I worked B2 for almost five years and anytime I worked OT my shift differential would always be what I was making on B2. I just did my first OT going from A2 to B2 and when I looked at my stub on workday, I noticed two different shift differentials My normal  A2 one and the B2 for my OT. Did a policy change across the network? or is this something I should go up the chain on?


----------



## Avocadioo (Aug 3, 2022)

dcguy86 said:


> So here is a question for someone with more experience than me.
> 
> I worked B2 for almost five years and anytime I worked OT my shift differential would always be what I was making on B2. I just did my first OT going from A2 to B2 and when I looked at my stub on workday, I noticed two different shift differentials My normal  A2 one and the B2 for my OT. Did a policy change across the network? or is this something I should go up the chain on?

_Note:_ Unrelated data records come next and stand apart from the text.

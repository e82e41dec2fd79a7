/**
 * What a run tells: events, frames and a summary, as plain data. The driver makes them; hosts write or draw them.
 */

/** The names of the contract, in no order. */
export const EVENT_NAMES = [
  'pair-unstable',
  'pair-stable',
  'bubble-vanished',
  'mouth-passed',
  'mouth-regained',
  'split-begins',
  'split-ends',
  'micelles-begin',
  'micelles-end',
  'collapse-begins',
  'collapse-ends',
  'film-ruptured',
  'bubbles-merged',
  'valve-opened',
  'valve-shut',
  'limit-exceeded',
  'criterion-broken',
  'run-ended',
] as const;
export type EventName = (typeof EVENT_NAMES)[number];

/** A row of events.csv. Absent texts are ''; an absent value is NaN. */
export interface RunEvent {
  readonly time: number;
  readonly event: EventName;
  readonly subject: string;
  readonly partner: string;
  readonly link: string;
  readonly value: number;
  readonly unit: string;
  readonly detail: string;
}

/** A bubble's state word in bubbles.csv. */
export const BUBBLE_STATES = ['free', 'cap-above-mouth', 'cap-below-mouth', 'vanished'] as const;

/**
 * The network at one instant. Arrays are views that the next frame overwrites: copy what is to be kept.
 * Bubble arrays have one entry per bubble of the scenario in its order, vanished ones included (radius 0).
 */
export interface Frame {
  readonly time: number;
  readonly bubbleIds: readonly string[];
  readonly radius: Float64Array; // m, of curvature
  readonly volume: Float64Array; // m^3
  readonly pressure: Float64Array; // Pa
  readonly amount: Float64Array; // mol, all species
  readonly tension: Float64Array; // N/m, one face
  readonly elasticity: Float64Array; // N/m, one face
  readonly coverage: Float64Array; // NaN for a pure liquid
  readonly index: Float64Array; // 2 eps / gamma
  readonly state: Uint8Array; // into BUBBLE_STATES
  /** Pairs and links that are alive at this instant. */
  readonly pairs: PairTable;
  readonly series: SeriesRow;
}

export interface PairTable {
  readonly count: number;
  readonly link: readonly string[]; // link id, or via:M
  readonly from: readonly string[];
  readonly to: readonly string[];
  readonly flow: Float64Array; // mol/s, from -> to
  readonly margin: Float64Array; // NaN where the link is no pair
  readonly rate: Float64Array; // 1/s, NaN where the link is no pair
}

export interface SeriesRow {
  readonly time: number;
  readonly bubbles: number;
  readonly R10: number;
  readonly R21: number;
  readonly R32: number;
  readonly growingModes: number;
  readonly fastestRate: number;
  readonly minimumMargin: number;
  readonly gasBalance: number;
}

/** Who listens to a run. */
export interface RunObserver {
  event(event: RunEvent): void;
  frame(frame: Frame): void;
}

export type RunStop =
  | { readonly kind: 'done' }
  | { readonly kind: 'interrupted' }
  /** The solver could not go on: exit status 3. */
  | { readonly kind: 'failed'; readonly sentence: string; readonly node: string; readonly time: number };

export interface RunResult {
  readonly stop: RunStop;
  readonly endTime: number; // s
  readonly method: string;
  readonly steps: number;
  readonly rejected: number;
  readonly rateEvaluations: number;
  readonly eventCounts: Readonly<Partial<Record<EventName, number>>>;
  readonly worstGasBalance: number; // relative
  readonly worstSurfactantBalance: number; // relative
  readonly bubblesLeft: number;
  readonly warnings: readonly string[];
}
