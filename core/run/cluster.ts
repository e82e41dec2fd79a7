/**
 * A few dying bubbles that touch one another, integrated apart from the network over one step, between neighbours whose courses
 * are given. See `dying-bubbles.ts` for the laws.
 */
import { TSIT5 } from '../integrate/tableaus/tsit5.ts';
import type { Adjacency } from './adjacency.ts';
import { createDyingBubbles, type Surroundings } from './dying-bubbles.ts';
import { createDyingTrace } from './dying-trace.ts';
import type { NetworkSystem } from './system.ts';

/** One worker serves all clusters in turn: what it finds is read, and copied, before the next is taken. */
export interface Cluster {
  /**
   * Takes its bubbles.
   * @param radius radii of all nodes at the start of the step, m
   * @param amounts amounts of the bubbles at the start, member by member, from `offset` on, mol
   */
  take(group: readonly number[], radius: Float64Array, amounts: readonly number[], offset: number): void;
  /** Over [t, t + h], in a vessel at pressure `ambient`. */
  integrate(t: number, h: number, ambient: number, surroundings: Surroundings): void;
  /** Flows out of the cluster: how many, and the network's unknown that each goes to (they may repeat). */
  readonly flows: number;
  readonly receivers: readonly number[];
  /** What each moved, mol, and how fast at the start and the end, mol/s. */
  readonly moved: readonly number[];
  readonly startFlow: readonly number[];
  readonly endFlow: readonly number[];
  /**
   * The largest amount by which what a flow had moved at an instant of the step differs from what its source would have moved, mol;
   * the source being the quadratic in time with coefficients `fitted`, three a flow.
   */
  deviations(fitted: readonly number[], offset: number, out: number[]): void;
  /** The bubbles' amounts at the end, member * species + k. */
  readonly amount: readonly number[];
  /** When each vanished, s after the start (Infinity: it lives), and with how much, mol, member * species + k. */
  readonly goneAt: readonly number[];
  readonly goneAmount: readonly number[];
  /** What had no neighbour to go to, mol a species. */
  readonly dropped: readonly number[];
  /** Writes the bubbles' amounts at tau after the start into `out`, member * species + k. */
  amountsAt(tau: number, out: number[]): void;
}

const balance = new Float64Array(3);
const { stages: STAGES, rows: ROWS, nodes: TIMES, errorWeights } = TSIT5;
const [b0, b1, b2, b3, b4, b5] = ROWS[6];
const [e0, e1, e2, e3, e4, e5, e6] = errorWeights;
type Seven = [number[], number[], number[], number[], number[], number[], number[]];

/** A lone bubble that would vanish within this many times the step, did it go on as it does, is tried along its radius. */
const NEAR_ITS_END = 1.3;

export function createCluster(
  system: NetworkSystem,
  adjacency: Adjacency,
  linkOpen: readonly Uint8Array[],
  alive: Uint8Array,
  vanishRadius: number,
  tolerance: number,
): Cluster {
  const { state } = system;
  const species = state.species;
  const vanishArea = vanishRadius * vanishRadius;
  const accuracy = 0.1 * tolerance;
  const bubbles = createDyingBubbles(system, adjacency, linkOpen, alive);
  const { width, outerMember, receivers, goneAt, goneAmount, dropped } = bubbles;
  const trace = createDyingTrace();
  let count = 0;
  let outer = 0;
  let quadratures = 0;
  let dimension = 0;

  const initial: number[] = []; // z at the start
  const initialAmount: number[] = [];
  const amount: number[] = []; // n_k of each member at the end
  const z: number[] = [];
  const trial: number[] = [];
  const stages: number[][] = Array.from({ length: STAGES }, () => []);
  const shown: number[] = [];
  const moved: number[] = [];
  const startFlow: number[] = [];
  const endFlow: number[] = [];
  // What the flows had moved at the ends of the substeps.
  let marks = 0;
  const markTime: number[] = [];
  const markMoved: number[] = [];
  /** s; how long the first member would live at its present pace. */
  let initialLife = 0;

  /**
   * One substep of Tsitouras' pair from z, with slopes in stages[0]; the result in `trial`, its slopes in the last stage.
   * @param radius NaN to go along time from tau; else to go along the radius from there, z[0] being time
   * @returns the error norm
   */
  function attempt(tau: number, radius: number, h: number): number {
    for (let s = 1; s < STAGES; s++) {
      const row = ROWS[s]!;
      // Rates do not depend on what the links have moved: those are added up at the end alone.
      for (let d = 0; d < quadratures; d++) {
        let sum = 0;
        for (let r = 0; r < s; r++) sum += row[r]! * stages[r]![d]!;
        trial[d] = z[d]! + h * sum;
      }
      const ahead = TIMES[s]! * h;
      if (
        radius !== radius
          ? !bubbles.rates(tau + ahead, trial, stages[s]!)
          : !slopesAlongRadius(radius + ahead, trial, stages[s]!)
      ) {
        return Infinity;
      }
    }
    const [s0, s1, s2, s3, s4, s5, s6] = stages as Seven;
    for (let d = quadratures; d < dimension; d++) {
      const sum = b0 * s0[d]! + b1 * s1[d]! + b2 * s2[d]! + b3 * s3[d]! + b4 * s4[d]! + b5 * s5[d]!;
      trial[d] = z[d]! + h * sum;
    }
    let worst = 0;
    for (let d = 0; d < dimension; d++) {
      const e = e0 * s0[d]! + e1 * s1[d]! + e2 * s2[d]! + e3 * s3[d]! + e4 * s4[d]! + e5 * s5[d]! + e6 * s6[d]!;
      let size = 1;
      if (d >= quadratures) {
        const link = species === 1 ? d - quadratures : Math.floor((d - quadratures) / species);
        size = initialAmount[outerMember[link]! * species]! * 10;
      } else if (width === 1 || d % width === 0) size = radius !== radius ? initial[d]! : initialLife;
      const ratio = Math.abs(h * e) / (accuracy * size);
      if (!(ratio <= worst)) worst = ratio;
    }
    return worst;
  }

  /** dz/dR of a lone bubble whose z[0] holds the time: dt/dR, and the rest by it. False where it does not shrink. */
  function slopesAlongRadius(R: number, at: number[], out: number[]): boolean {
    const tau = at[0]!;
    at[0] = R * R;
    const found = bubbles.rates(tau, at, out);
    at[0] = tau;
    if (!found || !(out[0]! < 0)) return false;
    const timeSlope = (2 * R) / out[0]!;
    out[0] = timeSlope;
    for (let d = 1; d < dimension; d++) out[d]! *= timeSlope;
    return true;
  }

  /**
   * The whole rest of a lone bubble's life, along its radius: t(R) is smooth down to the end, where R(t) is not, and the end
   * needs no search. False, with nothing done, where it outlives the step or does not shrink all the way.
   */
  function fallAlongRadius(h: number): boolean {
    let R = Math.sqrt(z[0]!);
    z[0] = 0;
    let step = vanishRadius - R;
    let lived = slopesAlongRadius(R, z, stages[0]!);
    while (lived && R > vanishRadius) {
      if (R + 1.01 * step < vanishRadius) step = vanishRadius - R;
      const norm = attempt(NaN, R, step);
      if (!(norm <= 1)) {
        step *= norm === Infinity || Number.isNaN(norm) ? 0.3 : Math.max(0.2, 0.9 * Math.pow(norm, -0.2));
        lived = -step > 1e-12 * R;
        continue;
      }
      if (trial[0]! > h) lived = false;
      trace.add(z[0], trial[0]!, R, step, z, stages, quadratures);
      R += step;
      if (R - vanishRadius < 1e-12 * R) R = vanishRadius;
      accept();
      mark(z[0]);
      step *= norm > 0 ? Math.min(5, 0.9 * Math.pow(norm, -0.2)) : 5;
    }
    if (!lived) {
      marks = 0;
      trace.clear();
      restart();
      bubbles.rates(0, z, stages[0]!);
      return false;
    }
    const tau = z[0];
    z[0] = vanishArea;
    bubbles.handOver(0, tau, z);
    return true;
  }

  function mark(tau: number): void {
    markTime[marks] = tau;
    const base = marks * outer * species;
    for (let q = 0; q < outer * species; q++) markMoved[base + q] = z[quadratures + q]!;
    marks++;
  }

  function accept(): void {
    for (let d = 0; d < dimension; d++) {
      z[d] = trial[d]!;
      stages[0]![d] = stages[STAGES - 1]![d]!;
    }
  }

  function restart(): void {
    for (let d = 0; d < quadratures; d++) z[d] = initial[d]!;
    for (let d = quadratures; d < dimension; d++) z[d] = 0;
  }

  /** All members along time, to the end of the step. */
  function fallAlongTime(h: number): void {
    let tau = 0;
    let step = h;
    while (tau < h) {
      // Never past the end, nor far past the first vanishing.
      let longest = h - tau;
      for (let m = 0; m < count; m++) {
        const fall = -stages[0]![m * width]!;
        if (goneAt[m] !== Infinity || !(fall > 0)) continue;
        const s = z[m * width]!;
        longest = Math.min(longest, Math.min((0.9 * s) / fall, (1.02 * (s - vanishArea)) / fall + 1e-9 * h));
      }
      step = Math.min(step, longest);
      if (h - tau - step < 1e-12 * h) step = h - tau;
      let norm = attempt(tau, NaN, step);
      while (!(norm <= 1)) {
        step *= norm === Infinity || Number.isNaN(norm) ? 0.3 : Math.max(0.2, 0.9 * Math.pow(norm, -0.2));
        if (!(step > 1e-14 * h)) {
          // Outside the laws, where the neighbours are thought to go: no number may come of it, and the step is made shorter.
          z.fill(NaN, 0, dimension);
          stages[0]!.fill(NaN, 0, dimension);
          return;
        }
        norm = attempt(tau, NaN, step);
      }
      // Land on the first vanishing inside this substep: secant steps on s(step) - s_v.
      let first = -1;
      for (let m = 0; m < count; m++) {
        if (
          goneAt[m] === Infinity &&
          trial[m * width]! <= vanishArea &&
          (first < 0 || trial[m * width]! < trial[first * width]!)
        )
          first = m;
      }
      if (first >= 0) {
        for (let pass = 0; pass < 8; pass++) {
          const miss = trial[first * width]! - vanishArea;
          if (Math.abs(miss) < 1e-10 * vanishArea) break;
          step -= miss / stages[STAGES - 1]![first * width]!;
          attempt(tau, NaN, step);
        }
      }
      const end = h - tau - step < 1e-12 * h ? h : tau + step;
      trace.add(tau, end, NaN, step, z, stages, quadratures);
      accept();
      tau = end;
      mark(tau);
      let handed = false;
      for (let m = 0; m < count; m++) {
        if (goneAt[m] === Infinity && z[m * width]! <= vanishArea * (1 + 1e-8)) {
          bubbles.handOver(m, tau, z);
          handed = true;
        }
      }
      if (handed) bubbles.rates(tau, z, stages[0]!);
      step *= norm > 0 ? Math.min(5, 0.9 * Math.pow(norm, -0.2)) : 5;
    }
  }

  return {
    receivers,
    moved,
    startFlow,
    endFlow,
    amount,
    goneAt,
    goneAmount,
    dropped,
    get flows() {
      return outer * species;
    },

    take(group, radius, amounts, offset) {
      bubbles.assign(group);
      ({ count, outer, quadratures, dimension } = bubbles);
      for (let m = 0; m < count; m++) {
        const R = radius[group[m]!]!;
        initial[m * width] = R * R;
        let whole = 0;
        for (let k = 0; k < species; k++) {
          whole += initialAmount[m * species + k] = amounts[offset + m * species + k]!;
        }
        for (let k = 0; species > 1 && k < species; k++) {
          initial[m * width + 1 + k] = initialAmount[m * species + k]! / whole;
        }
      }
    },

    integrate(t, h, ambient, surroundings) {
      bubbles.begin(t, ambient, surroundings);
      trace.clear();
      marks = 0;
      restart();
      bubbles.rates(0, z, stages[0]!);
      for (let q = 0; q < outer * species; q++) startFlow[q] = stages[0]![quadratures + q]!;
      const fall = -stages[0]![0]!;
      initialLife = fall > 0 ? (initial[0]! - vanishArea) / fall : Infinity;
      if (!(count === 1 && initialLife < NEAR_ITS_END * h && fallAlongRadius(h))) fallAlongTime(h);
      for (let q = 0; q < outer * species; q++) {
        moved[q] = z[quadratures + q]!;
        endFlow[q] = count === 1 && goneAt[0] !== Infinity ? 0 : stages[0]![quadratures + q]!;
      }
      for (let m = 0; m < count; m++) {
        if (goneAt[m] === Infinity) amountOf(m, z, amount);
        else for (let k = 0; k < species; k++) amount[m * species + k] = 0;
      }
      close();
    },

    deviations(fitted, offset, out) {
      for (let q = 0; q < outer * species; q++) {
        const [a, b, c] = [fitted[offset + 3 * q]!, fitted[offset + 3 * q + 1]!, fitted[offset + 3 * q + 2]!];
        let worst = 0;
        for (let mark = 0; mark < marks; mark++) {
          const tau = markTime[mark]!;
          const brought = tau * (a + tau * (b / 2 + (tau * c) / 3));
          worst = Math.max(worst, Math.abs(markMoved[mark * outer * species + q]! - brought));
        }
        out[q] = worst;
      }
    },

    amountsAt(tau, out) {
      trace.read(tau, shown);
      for (let m = 0; m < count; m++) {
        shown[m * width] = Math.max(shown[m * width]!, vanishArea);
        if (goneAt[m]! > tau) amountOf(m, shown, out);
        else for (let k = 0; k < species; k++) out[m * species + k] = 0;
      }
    },
  };

  /** The amounts of member m that z tells of. */
  function amountOf(m: number, from: readonly number[], out: number[]): void {
    bubbles.amountsAt(m, Math.sqrt(from[m * width]!), balance);
    for (let k = 0; k < species; k++) {
      out[m * species + k] = balance[0]! * (species === 1 ? 1 : from[m * width + 1 + k]!);
    }
  }

  /** Makes what the links moved equal what the bubbles lost, to rounding: the quadratures carry the integration's own error. */
  function close(): void {
    for (let k = 0; k < species; k++) {
      let lost = -dropped[k]!;
      for (let m = 0; m < count; m++) lost += initialAmount[m * species + k]! - amount[m * species + k]!;
      let sum = 0;
      let largest = 0;
      for (let e = 0; e < outer; e++) {
        const q = e * species + k;
        sum += moved[q]!;
        if (Math.abs(moved[q]!) > Math.abs(moved[largest * species + k]!)) largest = e;
      }
      if (outer > 0) moved[largest * species + k]! += lost - sum;
    }
  }
}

Ask your local HR because there were recent revisions made to the corporate handbook last Tuesday. When I work overtime I do not get paid my shift differential just my hourly divided by two plus half of that sum. I’ve done nothing but B2 OB for almost 3 years. My last anniversary is on 8/27/22.


----------



## FrankM0421 (Aug 3, 2022)

I've always had the 2 different differentials. I'd ask about why when you were b2 and working A2 shift you weren't getting paid the same differential amount that A2 gets.


----------



## Avocadioo (Aug 3, 2022)

FrankM0421 said:


> I've always had the 2 different differentials. I'd ask about why when you were b2 and working A2 shift you weren't getting paid the same differential amount that A2 gets.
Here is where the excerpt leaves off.